The Chemo has anti Nausea drugs and also steroids for energy.  They both seem to wear off on Wednesdays & Thursdays for me, making these 2 days the toughest.  The best news is that I get a vacation week next week from the Chemo, so I hope I start to feel like me again.  Only extensive blood work this next Monday.

Have to watch my temperature tonight.  Last Wednesday we almost returned to Emergency Room as they suggested if temperature went higher than 100.5.  Mine rose to 101.4, but we were able to reduce it safely with a colder shower & cold washcloths on my forehead.  Will watch that tonight closely.  Thank Heavens for Connie by my side!  Her husband is up in Maryland trying to close up things there and soon make the real move (with puppies & furniture) to Florida.
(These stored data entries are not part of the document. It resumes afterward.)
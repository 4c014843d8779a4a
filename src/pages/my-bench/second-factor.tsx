/**
 * One's own second factor: set up with an authenticator's first code, turned off by password and code, and the recovery
 * codes that sign in once each where the authenticator is lost. The codes are shown once and never again.
 */
import { useState } from 'react';
import { recoveryCodes, secondFactorSetup } from '../../../shared/schemas/identity.ts';
import type { z } from '../../../shared/schemas/zod.ts';
import { Button } from '../../components/ui/button.tsx';
import { Notice } from '../../components/ui/notice.tsx';
import { StatusWord } from '../../components/ui/status-word.tsx';
import { TextField } from '../../components/ui/text-field.tsx';
import { useSession } from '../../queries/session.ts';
import { useAsked } from '../../queries/writes.ts';

export function SecondFactor() {
  const { user } = useSession();
  const [codes, setCodes] = useState<readonly string[] | null>(null);
  if (codes !== null) return <RecoveryCodes codes={codes} onKept={() => setCodes(null)} />;
  return user.second_factor ? <TurnedOn onCodes={setCodes} /> : <SetUp onCodes={setCodes} />;
}

interface CodesProps {
  readonly onCodes: (codes: readonly string[]) => void;
}

function SetUp({ onCodes }: CodesProps) {
  const [password, setPassword] = useState('');
  const [code, setCode] = useState('');
  const [setup, setSetup] = useState<z.output<typeof secondFactorSetup> | null>(null);
  const { busy, problem, ask } = useAsked();
  const begin = () => ask('POST', '/second-factor/setup', { password }, secondFactorSetup).then(setSetup);
  const turnOn = async (of: string) => {
    const answer = await ask('POST', '/second-factor', { setup: of, code }, recoveryCodes);
    if (answer !== null) onCodes(answer.recovery_codes);
  };
  return (
    <form
      className="grid max-w-md gap-4"
      onSubmit={(event) => {
        event.preventDefault();
        void (setup === null ? begin() : turnOn(setup.setup));
      }}
    >
      {problem === null ? null : <Notice severity="fault" what={problem} />}
      {setup === null ? (
        <TextField
          label="Your password"
          type="password"
          autoComplete="current-password"
          value={password}
          onChange={setPassword}
        />
      ) : (
        <>
          <img className="qr" src={setup.qr} width="180" height="180" alt="QR code for the authenticator" />
          <p>
            Or type this into it: <span className="hash">{setup.secret}</span>
          </p>
          <CodeField value={code} onChange={setCode} />
        </>
      )}
      <Button submit icon="hold" busy={busy ? 'Sending …' : false}>
        {setup === null ? 'Set up a second factor' : 'Turn it on'}
      </Button>
    </form>
  );
}

function TurnedOn({ onCodes }: CodesProps) {
  const [password, setPassword] = useState('');
  const [code, setCode] = useState('');
  const { busy, problem, ask } = useAsked();
  const renew = async () => {
    const answer = await ask('POST', '/second-factor/recovery-codes', { password, code }, recoveryCodes);
    if (answer !== null) onCodes(answer.recovery_codes);
  };
  return (
    <form className="grid max-w-md gap-4" onSubmit={(event) => event.preventDefault()}>
      <StatusWord status="Active" />
      {problem === null ? null : <Notice severity="fault" what={problem} />}
      <TextField
        label="Your password"
        type="password"
        autoComplete="current-password"
        value={password}
        onChange={setPassword}
      />
      <CodeField value={code} onChange={setCode} />
      <div className="flex flex-wrap gap-2">
        <Button busy={busy ? 'Sending …' : false} onPress={() => void renew()}>
          Make new recovery codes
        </Button>
        <Button
          kind="danger"
          busy={busy ? 'Sending …' : false}
          onPress={() => void ask('POST', '/second-factor/off', { password, code }, null)}
        >
          Turn it off
        </Button>
      </div>
    </form>
  );
}

interface CodeFieldProps {
  readonly value: string;
  readonly onChange: (code: string) => void;
}

function CodeField({ value, onChange }: CodeFieldProps) {
  return (
    <TextField
      label="Code"
      hint="Six figures of your authenticator."
      autoComplete="one-time-code"
      inputMode="numeric"
      value={value}
      onChange={onChange}
    />
  );
}

interface RecoveryCodesProps {
  readonly codes: readonly string[];
  readonly onKept: () => void;
}

function RecoveryCodes({ codes, onKept }: RecoveryCodesProps) {
  return (
    <div className="grid max-w-md gap-4">
      <Notice severity="near" what="These codes are shown once.">
        Each signs in once where the authenticator is lost. Print them, and keep them where you keep your
        keys.
      </Notice>
      <ul className="recovery-codes">
        {codes.map((code) => (
          <li key={code}>{code}</li>
        ))}
      </ul>
      <div className="flex flex-wrap gap-2">
        <Button icon="print" onPress={() => window.print()}>
          Print
        </Button>
        <Button kind="primary" onPress={onKept}>
          I have kept them
        </Button>
      </div>
    </div>
  );
}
Mostly I feel OK with just very little energy today.  But I have come to expect that, so it is not alarming.  I am anxiously looking forward to three more tough Chemo and then RESULTS— should find out how Chemo is working to reduce the tumor, along with all the alternative methods also working to reduce the size.  And I can surely not discount the many many prayers that are coming my way for full recovery.  Keep those coming as I do feel them from so many of you! I am fighting this disease on three fronts!

My goals — reduce the tumor, have surgery to remove the pancreas and work toward the day when I can shout — yes, actually SHOUT — to the world, “I am a Cancer Survivor!”

May all of you feel blessed today as you live your lives.  Enjoy all the little blessings that life gives you in sometimes the simplest of ways.